Para todos a los que nos fue arrebatado ese bello don que es tener una buena voz cuando nacimos, existen momentos en los que bien por ocio, mero aburrimiento o incluso pura inspiración, soltamos aquello de «me encantaría cantar como…». Hay muchas voces únicas e indiscutiblemente formidables; luego, además, están las que nos atraviesan sin concesión. Aquí entran unas medidas totalmente personales, claro está. Dentro de mi lista no escrita de cantantes favoritos hay muchos que considero un regalo a cualquier amante de la música; y de entre ellos, están los que tienen esa voz que te hace pensar «qué increíble sería tener esa voz». Para mí, dentro de dos o tres nombres, hay uno que siempre me lleva a este pensamiento: Scott Walker.

¿Y quién diantres es Scott Walker? Algo así venía a preguntar David Bowie sin esperar respuesta en el documental que produjo sobre la figura del cantante norteamericano hace unos años. Quizás, muchos os preguntéis lo mismo ahora mismo. Es muy probable que Scott Walker sea uno de esos artistas a los que los calificativos de ‘esquivo’, ‘maldito’ o ‘sombrío’ se convierten en casi sinónimos cuando se leen cosas relacionadas con su nombre. Y es curioso, porque a mediados de los sesenta formó parte de uno de los grupos con mayores legiones de fans en el Reino Unido, The Walker Brothers.

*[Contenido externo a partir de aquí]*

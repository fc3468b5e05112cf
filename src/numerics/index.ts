export { luFactor, luSolve, luSolveTransposed } from './lu.js';
export { boundedMinimum } from './minimum.js';
export { bracketedRoot } from './root.js';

Pese a ser un trío proveniente de Estados Unidos, The Walker Brothers —que ni eran Walker, ni eran Brothers—tuvieron gran éxito y reconocimiento en las islas británicas gracias a su pop grandilocuente y orquestado revestido por la increíble voz de Scott Walker en primer plano.

 


 

Es un poco extraño que el estilo sofisticado de The Walker Brothers tuviera tanto éxito entre la juventud británica, o puede que no. Realmente eran tres chicos bien parecidos, hecho que unido a la temática amorosa de la mayoría de sus canciones, les hizo convertirse en algo así como los Back Street Boys de mediados de los sesenta. Sin embargo, los intereses de Scott Walker distaban bastante de ser uno de los mayores ‘Teen idol’ del momento, como comenzó a reflejar en sus primeras composiciones dentro de la banda como ‘Archangel’ o ‘Mrs. Murphy’.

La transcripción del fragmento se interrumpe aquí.